[PROVIDED INFORMATION]

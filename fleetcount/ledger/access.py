"""Opening a ledger, wherever it is."""

from __future__ import annotations

import os
import stat
from pathlib import Path
from typing import TYPE_CHECKING

from fleetcount.errors import LedgerError
from fleetcount.ledger.sql.place import Place, find
from fleetcount.ledger.store import Store

if TYPE_CHECKING:
    from fleetcount.ledger.sql.engine import Database


def open_store(where: str | None = None, *, create: bool = False, read_only: bool = False) -> Store:
    """Open a ledger.

    Args:
        where: a path, `sqlite:///PATH`, `postgresql://...` as libpq reads it (address, `?service=NAME`,
            password and service files, environment), or `:memory:`. None: the environment variable
            FLEETCOUNT_LEDGER, or `fleetcount.sqlite` in the current folder.
        create: make a new ledger where there is none. An older one is never upgraded here.
        read_only: only look; nothing is made or changed, and a read-only medium is enough.

    Raises:
        LedgerError: it is missing, something else, older, newer, locked, unreachable or may not be written.
    """
    place = find(where)
    if place.in_memory:
        from fleetcount.ledger.memory import MemoryStore

        return MemoryStore()
    from fleetcount.ledger.sql import engine, migrate
    from fleetcount.ledger.sql.store import SqlStore

    create = create and not read_only
    database = _connect(place, create, read_only)
    try:
        with database.read() as connection:
            found = migrate.version(connection, place)
        if found is None and create:
            migrate.make_if_empty(database)
        else:
            migrate.check(found, place)
        if not read_only:
            engine.choose_journal(database)
            with database.write():
                pass  # whether it can be written is found out now, not after an hour of counting
    except BaseException:
        database.close()
        raise
    return SqlStore(database)


def upgrade(where: str | None = None) -> tuple[str, str, str]:
    """Bring the schema of a ledger up to date.

    Returns: where the ledger is, the version before, and the version now.
    """
    place = find(where)
    if place.in_memory:
        raise LedgerError("a ledger in memory needs no upgrade", where=place.shown)
    from fleetcount.ledger.sql import migrate

    database = _connect(place, create=False, read_only=False)
    try:
        before, after = migrate.upgrade(database)
        return place.shown, before, after
    finally:
        database.close()


def _connect(place: Place, create: bool, read_only: bool) -> Database:
    """The database at a place, not looked into yet."""
    from fleetcount.ledger.sql import engine

    if place.path is None:
        return engine.server(place, read_only)
    _check_file(place.path, create)
    if not read_only:
        _check_writable(place.path)
    return engine.file(place, read_only, create)


def _check_file(path: Path, create: bool) -> None:
    """A file must be a SQLite database, or may be made."""
    where = str(path)
    try:
        kind = path.stat().st_mode
        if stat.S_ISDIR(kind):
            raise LedgerError("not a ledger: a folder", where=where, mend="name a file")
        if not stat.S_ISREG(kind):
            raise LedgerError("not a ledger: no ordinary file", where=where, mend="name a file")
        with path.open("rb") as file:
            begin = file.read(len(_MAGIC))
    except FileNotFoundError:
        if not path.absolute().parent.is_dir():
            raise LedgerError(
                "its folder does not exist", where=where, mend="make the folder first"
            ) from None
        if not create:
            raise LedgerError(
                "there is no ledger here",
                where=where,
                mend="name one with --ledger, or count something first",
            ) from None
        return
    except (OSError, ValueError) as error:
        reason = error.strerror if isinstance(error, OSError) else str(error)
        raise LedgerError(f"it cannot be opened ({reason})", where=where) from None
    if not begin and not create:
        raise LedgerError("it is empty: nothing has been counted into it yet", where=where)
    if begin and begin != _MAGIC:
        raise LedgerError("not a ledger: no SQLite database", where=where, mend="name another file")


def _check_writable(path: Path) -> None:
    """SQLite also writes files beside the ledger, and would tell of a read-only folder in words of its own."""
    what = path if path.exists() else path.absolute().parent
    for part in (what, path.absolute().parent):
        if not os.access(part, os.W_OK):
            kind = "its folder" if part.is_dir() else "it"
            raise LedgerError(
                f"{kind} cannot be written",
                where=str(path),
                mend="check permissions, or name another --ledger",
            )


_MAGIC = b"SQLite format 3\0"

[/PROVIDED INFORMATION]

▶ [DIRECTIONS]: Repeat exactly the lines above, starting with the first line of the records and finishing with the line holding "return SqlStore(database)". Add no other line.

▶ [EXERCISE OUTPUT]:
filename fleetcount/ledger/access.py
"""Opening a ledger, wherever it is."""

from __future__ import annotations

import os
import stat
from pathlib import Path
from typing import TYPE_CHECKING

from fleetcount.errors import LedgerError
from fleetcount.ledger.sql.place import Place, find
from fleetcount.ledger.store import Store

if TYPE_CHECKING:
    from fleetcount.ledger.sql.engine import Database


def open_store(where: str | None = None, *, create: bool = False, read_only: bool = False) -> Store:
    """Open a ledger.

    Args:
        where: a path, `sqlite:///PATH`, `postgresql://...` as libpq reads it (address, `?service=NAME`,
            password and service files, environment), or `:memory:`. None: the environment variable
            FLEETCOUNT_LEDGER, or `fleetcount.sqlite` in the current folder.
        create: make a new ledger where there is none. An older one is never upgraded here.
        read_only: only look; nothing is made or changed, and a read-only medium is enough.

    Raises:
        LedgerError: it is missing, something else, older, newer, locked, unreachable or may not be written.
    """
    place = find(where)
    if place.in_memory:
        from fleetcount.ledger.memory import MemoryStore

        return MemoryStore()
    from fleetcount.ledger.sql import engine, migrate
    from fleetcount.ledger.sql.store import SqlStore

    create = create and not read_only
    database = _connect(place, create, read_only)
    try:
        with database.read() as connection:
            found = migrate.version(connection, place)
        if found is None and create:
            migrate.make_if_empty(database)
        else:
            migrate.check(found, place)
        if not read_only:
            engine.choose_journal(database)
            with database.write():
                pass  # whether it can be written is found out now, not after an hour of counting
    except BaseException:
        database.close()
        raise
    return SqlStore(database)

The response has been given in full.